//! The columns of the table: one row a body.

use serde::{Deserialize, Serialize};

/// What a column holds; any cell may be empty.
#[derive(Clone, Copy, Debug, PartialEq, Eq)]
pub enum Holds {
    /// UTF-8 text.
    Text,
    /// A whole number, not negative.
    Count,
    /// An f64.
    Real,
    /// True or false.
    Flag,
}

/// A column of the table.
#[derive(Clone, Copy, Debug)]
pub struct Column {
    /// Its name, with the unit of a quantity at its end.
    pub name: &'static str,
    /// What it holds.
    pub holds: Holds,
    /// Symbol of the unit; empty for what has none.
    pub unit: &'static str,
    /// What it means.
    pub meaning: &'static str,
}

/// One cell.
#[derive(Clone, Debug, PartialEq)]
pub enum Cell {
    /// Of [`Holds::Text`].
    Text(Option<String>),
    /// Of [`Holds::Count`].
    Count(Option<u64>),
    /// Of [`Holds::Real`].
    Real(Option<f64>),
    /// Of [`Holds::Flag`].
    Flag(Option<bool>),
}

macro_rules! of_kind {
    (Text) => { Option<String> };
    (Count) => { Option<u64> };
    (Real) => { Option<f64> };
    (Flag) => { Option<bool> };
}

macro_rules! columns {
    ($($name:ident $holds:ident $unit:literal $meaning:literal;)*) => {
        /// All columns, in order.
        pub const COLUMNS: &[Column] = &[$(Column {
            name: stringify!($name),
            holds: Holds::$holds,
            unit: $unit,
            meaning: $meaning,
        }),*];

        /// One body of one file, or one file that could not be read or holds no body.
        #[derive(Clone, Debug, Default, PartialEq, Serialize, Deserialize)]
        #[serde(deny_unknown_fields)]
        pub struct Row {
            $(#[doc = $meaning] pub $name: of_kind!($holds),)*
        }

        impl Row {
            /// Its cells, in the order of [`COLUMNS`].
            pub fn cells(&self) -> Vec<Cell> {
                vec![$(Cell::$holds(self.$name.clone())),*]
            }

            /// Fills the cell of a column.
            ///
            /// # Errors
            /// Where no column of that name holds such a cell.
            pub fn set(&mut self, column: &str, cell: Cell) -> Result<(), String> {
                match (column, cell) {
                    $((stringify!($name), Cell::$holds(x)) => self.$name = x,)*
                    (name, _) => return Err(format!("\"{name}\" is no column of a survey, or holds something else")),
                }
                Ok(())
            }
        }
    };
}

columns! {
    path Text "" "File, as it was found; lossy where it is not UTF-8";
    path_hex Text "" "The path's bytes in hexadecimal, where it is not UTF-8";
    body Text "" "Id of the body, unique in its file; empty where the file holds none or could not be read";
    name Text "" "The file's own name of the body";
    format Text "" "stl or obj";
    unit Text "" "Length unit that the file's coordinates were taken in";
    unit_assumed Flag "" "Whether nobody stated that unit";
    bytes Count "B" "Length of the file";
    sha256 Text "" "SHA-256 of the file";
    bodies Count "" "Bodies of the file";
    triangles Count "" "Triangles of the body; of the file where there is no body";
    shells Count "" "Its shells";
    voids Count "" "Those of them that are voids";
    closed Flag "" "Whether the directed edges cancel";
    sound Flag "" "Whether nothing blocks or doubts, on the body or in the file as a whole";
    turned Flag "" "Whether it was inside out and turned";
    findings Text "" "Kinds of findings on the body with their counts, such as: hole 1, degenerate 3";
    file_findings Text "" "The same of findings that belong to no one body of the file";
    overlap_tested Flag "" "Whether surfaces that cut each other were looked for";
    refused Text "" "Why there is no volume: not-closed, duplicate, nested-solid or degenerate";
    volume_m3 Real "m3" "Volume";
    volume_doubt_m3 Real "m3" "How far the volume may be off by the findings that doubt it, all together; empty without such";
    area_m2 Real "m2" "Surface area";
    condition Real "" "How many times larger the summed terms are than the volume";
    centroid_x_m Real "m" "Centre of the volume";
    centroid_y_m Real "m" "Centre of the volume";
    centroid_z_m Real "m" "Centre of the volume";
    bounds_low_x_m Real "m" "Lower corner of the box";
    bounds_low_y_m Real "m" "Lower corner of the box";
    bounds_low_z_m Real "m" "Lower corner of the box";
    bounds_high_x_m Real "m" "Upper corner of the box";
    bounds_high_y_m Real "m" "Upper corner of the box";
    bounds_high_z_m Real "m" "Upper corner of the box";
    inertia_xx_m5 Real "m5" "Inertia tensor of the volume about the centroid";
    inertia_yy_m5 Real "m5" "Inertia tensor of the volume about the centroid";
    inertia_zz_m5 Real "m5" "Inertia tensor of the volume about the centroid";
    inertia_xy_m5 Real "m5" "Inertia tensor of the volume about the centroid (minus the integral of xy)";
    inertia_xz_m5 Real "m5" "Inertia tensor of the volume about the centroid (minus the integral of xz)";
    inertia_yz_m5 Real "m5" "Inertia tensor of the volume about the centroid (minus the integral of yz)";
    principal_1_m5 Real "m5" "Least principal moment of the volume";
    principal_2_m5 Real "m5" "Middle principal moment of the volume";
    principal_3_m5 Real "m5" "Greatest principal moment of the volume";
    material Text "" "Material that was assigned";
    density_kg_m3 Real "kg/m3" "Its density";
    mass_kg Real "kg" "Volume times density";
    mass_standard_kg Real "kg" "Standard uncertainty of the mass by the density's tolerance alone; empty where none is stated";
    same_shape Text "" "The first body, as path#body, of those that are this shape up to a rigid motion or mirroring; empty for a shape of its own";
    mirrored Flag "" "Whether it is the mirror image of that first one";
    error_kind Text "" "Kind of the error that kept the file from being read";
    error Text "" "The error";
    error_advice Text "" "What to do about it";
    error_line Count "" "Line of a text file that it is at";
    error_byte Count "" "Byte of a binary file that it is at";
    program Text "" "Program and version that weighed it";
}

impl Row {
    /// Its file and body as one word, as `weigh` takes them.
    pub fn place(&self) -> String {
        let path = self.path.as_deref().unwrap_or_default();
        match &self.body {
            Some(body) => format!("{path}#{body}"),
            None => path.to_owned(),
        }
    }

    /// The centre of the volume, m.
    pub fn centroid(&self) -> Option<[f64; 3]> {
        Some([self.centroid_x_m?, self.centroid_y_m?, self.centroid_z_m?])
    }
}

━━━━━━━━━━

▶ _What the task requires_
Once the line containing "pub struct Row" has been retyped, stop. Begin at the first line of the material and reproduce every line up to it exactly.

▶ _Reply_
//! The columns of the table: one row a body.

use serde::{Deserialize, Serialize};

/// What a column holds; any cell may be empty.
#[derive(Clone, Copy, Debug, PartialEq, Eq)]
pub enum Holds {
    /// UTF-8 text.
    Text,
    /// A whole number, not negative.
    Count,
    /// An f64.
    Real,
    /// True or false.
    Flag,
}

/// A column of the table.
#[derive(Clone, Copy, Debug)]
pub struct Column {
    /// Its name, with the unit of a quantity at its end.
    pub name: &'static str,
    /// What it holds.
    pub holds: Holds,
    /// Symbol of the unit; empty for what has none.
    pub unit: &'static str,
    /// What it means.
    pub meaning: &'static str,
}

/// One cell.
#[derive(Clone, Debug, PartialEq)]
pub enum Cell {
    /// Of [`Holds::Text`].
    Text(Option<String>),
    /// Of [`Holds::Count`].
    Count(Option<u64>),
    /// Of [`Holds::Real`].
    Real(Option<f64>),
    /// Of [`Holds::Flag`].
    Flag(Option<bool>),
}

macro_rules! of_kind {
    (Text) => { Option<String> };
    (Count) => { Option<u64> };
    (Real) => { Option<f64> };
    (Flag) => { Option<bool> };
}

macro_rules! columns {
    ($($name:ident $holds:ident $unit:literal $meaning:literal;)*) => {
        /// All columns, in order.
        pub const COLUMNS: &[Column] = &[$(Column {
            name: stringify!($name),
            holds: Holds::$holds,
            unit: $unit,
            meaning: $meaning,
        }),*];

        /// One body of one file, or one file that could not be read or holds no body.
        #[derive(Clone, Debug, Default, PartialEq, Serialize, Deserialize)]
        #[serde(deny_unknown_fields)]
        pub struct Row {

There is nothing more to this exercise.